Keto Necessitates a Lifestyle Change
Like most diets, the ketogenic diet does require you to reevaluate your lifestyle a little bit. If you’re coming off a diet that’s rich in carbohydrates from fast food, junk food, snacks, and extra helpings of dessert, the "restricted" food choices in a ketogenic diet may come as a shock. Unlike other diets, keto requires a little more dedication and concentration than others. You can’t simply hop on and off the ketogenic diet when you feel like it, as it can actually confuse your metabolism, leading to increased weight gain. The ketogenic diet requires you to be diligent about what your eating and when.
Keto Takes Time and Your Experience May Vary
We all want to watch excess weight melt off our bodies, but until the researchers at Axis Labs develop the perfect formula for this process, you’ll have to stay patient and stay on the ketogenic diet. Don’t expect to start seeing dramatic weight loss right away. Not everyone is going to find weight loss success following the ketogenic diet, and they might have different levels of weight loss. That’s no reason to be discouraged, of course. In some cases, individuals may experience more pronounced weight loss when they first start the diet, but that is likely because they have more weight to lose. It’s also important to keep in mind that "slow and steady wins the race." Measured weight loss is more effective than rapid weight loss and is more likely to result in a permanent change in weight.

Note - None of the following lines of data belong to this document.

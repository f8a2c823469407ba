"""The order in which a sparse matrix is eliminated, worked out once and replayed often.

Pivots are chosen for little fill (H. M. Markowitz, "The elimination form of the inverse and
its application to linear programming", Management Science 3, 1957), among few lines only
(Z. Zlatev, "On some pivotal strategies in Gaussian elimination by sparse technique", SIAM J.
Numer. Anal. 17, 1980), and never where the number at that place is small against its row and
column, or left over from a cancellation, at one of a few sample points. A plan is pure data: it
holds no number of the matrix and serves every field.
"""

from __future__ import annotations

from collections.abc import Iterable, Sequence
from dataclasses import dataclass
from heapq import heapify, heappop, heappush
from operator import mul, sub, truediv
from typing import Any, NamedTuple, TypeAlias

import numpy as np
from numpy.typing import NDArray

Samples: TypeAlias = list[complex]

_THRESHOLD = 0.02  # least size of a pivot against its column or row, after equilibration
_CANCELLED = 1e-9  # a number this small against what it was made of counts as zero
_LAST_RESORT = 1e-12  # relative size given to what is zero at some samples, but not at all
_LINES = 4  # lines of a similar count that are compared before one is taken (empirical)
_MANY = 64  # updates of one step from which samples are kept in arrays, not lists (empirical)
_EQUILIBRATIONS = 4  # passes; each halves the exponents that are left


class Step(NamedTuple):
    """One elimination. Numbers of slots say where values stand; see `Plan`.

    For each slot in `below` (outer loop) and each in `right` (inner loop) one slot of
    `targets` receives the update  a[target] -= a[below] / a[pivot] * a[right].
    """

    row: int
    column: int
    pivot: int
    below: tuple[int, ...]
    below_rows: tuple[int, ...]
    right: tuple[int, ...]
    right_columns: tuple[int, ...]
    targets: tuple[int, ...]


@dataclass(frozen=True, slots=True)
class Plan:
    """An elimination order for one pattern.

    The matrix's own entries stand in slots 0 to `entries` - 1, in the order in which they
    were given, fill in those after them up to `slots` - 1. `undetermined` lists the columns
    for which no pivot was found: the matrix is singular at every sample where there are any.
    `remark` is printed with the plan: how it is run.
    """

    size: int
    entries: int
    slots: int
    steps: tuple[Step, ...]
    undetermined: tuple[int, ...] = ()
    remark: str = ""

    @property
    def fill(self) -> int:
        """Entries that the elimination creates."""
        return self.slots - self.entries

    @property
    def multiplications(self) -> int:
        """Products of one replay with one right-hand side."""
        return sum(
            len(step.targets) + 2 * len(step.below) + len(step.right) + 1 for step in self.steps
        )

    @property
    def order(self) -> tuple[tuple[int, int], ...]:
        """Row and column of each pivot, in order."""
        return tuple((step.row, step.column) for step in self.steps)

    def __str__(self) -> str:
        head = (
            f"elimination of {self.size} unknowns: {self.entries} entries, fill {self.fill}, "
            f"{self.multiplications} multiplications"
        )
        shown = ", ".join(f"({row}, {column})" for row, column in self.order[:_SHOWN])
        more = ", …" if self.size > _SHOWN else ""
        remark = f"\n{self.remark}" if self.remark else ""
        return f"{head}\npivots (row, column): {shown}{more}{remark}"


_SHOWN = 12  # pivots in the printed form


def plan_elimination(
    rows: Sequence[int], columns: Sequence[int], samples: NDArray[Any], *, size: int
) -> Plan:
    """Choose an elimination order for a square sparse matrix.

    Parameters
    ----------
    rows, columns : place of each entry; no place occurs twice.
    samples : complex, shape (entries, points)
        the entries at a few representative points.
    size : number of rows and of columns.

    Notes
    -----
    Cost is near linear for ladders and trees: lines stand in a heap by their count and are
    looked at again only after a change. The result is the same for the same input.

    """
    scaled = _equilibrated(np.asarray(rows), np.asarray(columns), samples, size)
    return _Elimination(rows, columns, scaled, size).plan()


def _equilibrated(
    rows: NDArray[Any], columns: NDArray[Any], samples: NDArray[Any], size: int
) -> NDArray[np.complex128]:
    """The samples with rows and columns scaled so that their largest entries are near 1.

    Each pass divides by the square roots of the largest magnitudes (D. Ruiz, "A scaling
    algorithm to equilibrate both rows and columns norms in matrices", RAL-TR-2001-034).
    """
    scaled = np.array(samples, dtype=complex)
    for point in range(scaled.shape[1]):
        values = scaled[:, point]
        for _ in range(_EQUILIBRATIONS):
            sizes = np.abs(values)
            factor = np.ones(len(sizes))
            for lines in (rows, columns):
                largest = np.zeros(size)
                np.maximum.at(largest, lines, sizes)
                largest[largest == 0] = 1
                factor *= np.sqrt(largest[lines])
            values /= factor
    return scaled


class _Elimination:
    """The elimination in progress, on a few samples; lines are rows (1) or columns (0)."""

    def __init__(
        self, rows: Sequence[int], columns: Sequence[int], samples: NDArray[Any], size: int
    ) -> None:
        self.size = size
        self.entries = len(rows)
        self.values: list[Samples] = samples.tolist()
        self.made_of: list[list[float]] = np.abs(samples).tolist()
        self.arrays: _Arrays | None = None  # takes over from the lists where steps grow
        self.slots = len(rows)
        self.lines: tuple[list[dict[int, int]], list[dict[int, int]]] = (
            [{} for _ in range(size)],
            [{} for _ in range(size)],
        )
        for slot, (row, column) in enumerate(zip(rows, columns, strict=True)):
            self.lines[1][row][column] = slot
            self.lines[0][column][row] = slot
        self.active = ([True] * size, [True] * size)
        self.heap = [(len(self.lines[kind][at]), kind, at) for kind in (0, 1) for at in range(size)]
        heapify(self.heap)
        self.steps: list[Step] = []
        self.touched: tuple[int, int] | None = None  # row and column beside the last pivot

    def plan(self) -> Plan:
        """Eliminate until nothing is left or nothing can be a pivot."""
        for threshold in (_THRESHOLD, 0.0):
            while (place := self._next(threshold) or self._choose(threshold)) is not None:
                self._eliminate(*place)
            self._all_again()
        return Plan(
            self.size,
            self.entries,
            self.slots,
            tuple(self.steps),
            tuple(column for column in range(self.size) if self.active[0][column]),
        )

    def _all_again(self) -> None:
        self.heap = [
            (len(self.lines[kind][at]), kind, at)
            for kind in (0, 1)
            for at in range(self.size)
            if self.active[kind][at]
        ]
        heapify(self.heap)

    def _next(self, threshold: float) -> tuple[int, int] | None:
        """The place beside the last pivot, where nothing can be cheaper: along a ladder.

        Its row and column are in the heap again only if it is not taken, which spares most of
        the heap's work in long networks.
        """
        if self.touched is None:
            return None
        row, column = self.touched
        line, across = self.lines[1][row], self.lines[0][column]
        if len(line) <= 2 >= len(across) and (not self.heap or self.heap[0][0] > 1):
            here = self._largest(line) if len(line) > 1 else None
            if self._relative_size(line[column], here, across) > threshold:
                return self.touched
        self._put_back((row,), (column,))
        self.touched = None
        return None

    def _choose(self, threshold: float) -> tuple[int, int] | None:
        """The next pivot, or None. A line without one is set aside until it changes."""
        best: tuple[int, float, int, int] | None = None
        seen: list[tuple[int, int, int]] = []
        while self.heap and len(seen) < _LINES:
            count, kind, at = self.heap[0]
            if best is not None and best[0] <= (count - 1) ** 2:
                break
            heappop(self.heap)
            if not self.active[kind][at] or count != len(self.lines[kind][at]):
                continue
            found = self._best_in(kind, at, threshold)
            if found is not None:
                seen.append((count, kind, at))
                best = found if best is None else min(best, found)
        for item in seen:
            heappush(self.heap, item)
        return None if best is None else (best[2], best[3])

    def _best_in(self, kind: int, at: int, threshold: float) -> tuple[int, float, int, int] | None:
        """(cost, -relative size, row, column) of a line's best pivot."""
        line, across = self.lines[kind][at], self.lines[1 - kind]
        best: tuple[int, float, int, int] | None = None
        here = self._largest(line) if len(line) > 1 else None
        for other, slot in line.items():
            cost = (len(line) - 1) * (len(across[other]) - 1)
            if best is not None and cost > best[0]:
                continue
            size = self._relative_size(slot, here, across[other])
            if size > threshold:
                row, column = (at, other) if kind else (other, at)
                candidate = (cost, -size, row, column)
                best = candidate if best is None else min(best, candidate)
        return best

    def _relative_size(self, slot: int, here: list[float] | None, there: dict[int, int]) -> float:
        """Least size over the samples against its row or column; 1 alone there, 0 for zero."""
        values, made_of = self._samples(slot)
        sizes = [
            size if (size := abs(value)) > _CANCELLED * made else 0.0
            for value, made in zip(values, made_of)  # noqa: B905 - of one length, and often
        ]
        if not all(sizes):
            return _LAST_RESORT * any(sizes)
        if here is None or len(there) == 1:
            return 1.0
        relative: float = min(map(truediv, sizes, here))
        if relative > _THRESHOLD:
            return relative
        limits = map(min, here, self._largest(there))
        return float(min(map(truediv, sizes, limits)))

    def _samples(self, slot: int) -> tuple[Samples, list[float]]:
        """An entry and the size of what it was made of, at each sample."""
        if self.arrays is None:
            return self.values[slot], self.made_of[slot]
        return self.arrays.values[slot].tolist(), self.arrays.made_of[slot].tolist()

    def _largest(self, line: dict[int, int]) -> list[float]:
        if self.arrays is not None:
            sizes: list[float] = np.abs(self.arrays.values[list(line.values())]).max(0).tolist()
            return sizes
        values = self.values
        points = zip(*[values[slot] for slot in line.values()], strict=True)
        return [max(map(abs, point)) for point in points]

    def _eliminate(self, row: int, column: int) -> None:
        by_column, by_row = self.lines
        pivot_row, pivot_column = by_row[row], by_column[column]
        pivot = pivot_row.pop(column)
        del pivot_column[row]
        if self.arrays is None and len(pivot_row) * len(pivot_column) >= _MANY:
            self.arrays = _Arrays(self.values, self.made_of)
        targets = self._targets(pivot_row, pivot_column)
        below, right = list(pivot_column.values()), list(pivot_row.values())
        if self.arrays is None:
            self._update(pivot, below, right, targets)
        else:
            self.arrays.update(pivot, below, right, targets, self.slots)
        for other_row in pivot_column:
            del by_row[other_row][column]
        for other_column in pivot_row:
            del by_column[other_column][row]
        if len(pivot_row) == len(pivot_column) == 1:
            self.touched = other_row, other_column
        else:
            self.touched = None
            self._put_back(pivot_column, pivot_row)
        self.active[1][row] = self.active[0][column] = False
        self.steps.append(
            Step(
                row,
                column,
                pivot,
                tuple(pivot_column.values()),
                tuple(pivot_column),
                tuple(pivot_row.values()),
                tuple(pivot_row),
                tuple(targets),
            )
        )

    def _put_back(self, rows: Iterable[int], columns: Iterable[int]) -> None:
        """Lines that have changed, with their new counts."""
        for kind, lines in ((1, rows), (0, columns)):
            for at in lines:
                heappush(self.heap, (len(self.lines[kind][at]), kind, at))

    def _targets(self, pivot_row: dict[int, int], pivot_column: dict[int, int]) -> list[int]:
        """Slots of the updates, row by row; places without an entry get one."""
        by_column, by_row = self.lines
        targets: list[int] = []
        for row in pivot_column:
            line = by_row[row]
            for column in pivot_row:
                target = line.get(column)
                if target is None:
                    target = line[column] = by_column[column][row] = self.slots
                    self.slots += 1
                targets.append(target)
        return targets

    def _update(
        self, pivot: int, below: Sequence[int], right: Sequence[int], targets: Sequence[int]
    ) -> None:
        """Subtract multiples of the pivot row; entries that are new stand at the end."""
        values, made_of = self.values, self.made_of
        values[pivot] = [value or 1.0 for value in values[pivot]]  # a last resort
        place = 0
        for slot in below:
            factors = list(map(truediv, values[slot], values[pivot]))
            for other in right:
                target = targets[place]
                place += 1
                terms = list(map(mul, factors, values[other]))
                if target == len(values):
                    values.append([-term for term in terms])
                    made_of.append([abs(term) for term in terms])
                else:
                    values[target] = list(map(sub, values[target], terms))
                    made_of[target] = list(map(max, made_of[target], map(abs, terms)))


class _Arrays:
    """The samples as arrays with room to grow, shape (slots, samples): one update a step."""

    def __init__(self, values: list[Samples], made_of: list[list[float]]) -> None:
        self.values = np.array(values)
        self.made_of = np.array(made_of)

    def update(
        self,
        pivot: int,
        below: Sequence[int],
        right: Sequence[int],
        targets: Sequence[int],
        slots: int,
    ) -> None:
        """Subtract multiples of the pivot row; `slots` counts the new entries, too."""
        if slots > len(self.values):
            room = ((0, slots), (0, 0))
            self.values, self.made_of = np.pad(self.values, room), np.pad(self.made_of, room)
        values, made_of = self.values, self.made_of
        values[pivot][values[pivot] == 0] = 1.0  # a last resort
        if not targets:
            return
        with np.errstate(all="ignore"):  # silent as plain numbers are
            factors = values[below] / values[pivot]
            terms = (factors[:, None] * values[right]).reshape(len(targets), -1)
            values[targets] -= terms
            made_of[targets] = np.maximum(made_of[targets], np.abs(terms))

Keto Affects Your Workouts
As a leading researcher and provider of sports nutrition supplements, Axis Labs is focused on providing you products that help you make the most of your workout. However, the ketogenic diet can have an immediate impact on your workouts, and not always in a good way. When you first start the ketogenic diet, your body is still used to burning carbs for energy. When you take those away, your body has to scramble to find new sources of energy. Suddenly, the sets you used to rip through or the long runs you used to take are a little harder. Studies have found that new adopters of a keto diet experience a decline in their high-intensity workout performance. However, once you’re adjusted to the ketogenic diet, it can actually help improve your strength, endurance, and focus. One study found that utilizing exogenous ketones in your diet not only limits your body’s need for carbs, but also "increase post-exercise glycogen replenishment, decrease proteolysis, and act as metabolic modulators and signaling metabolites," which basically means that you can push your body harder, longer.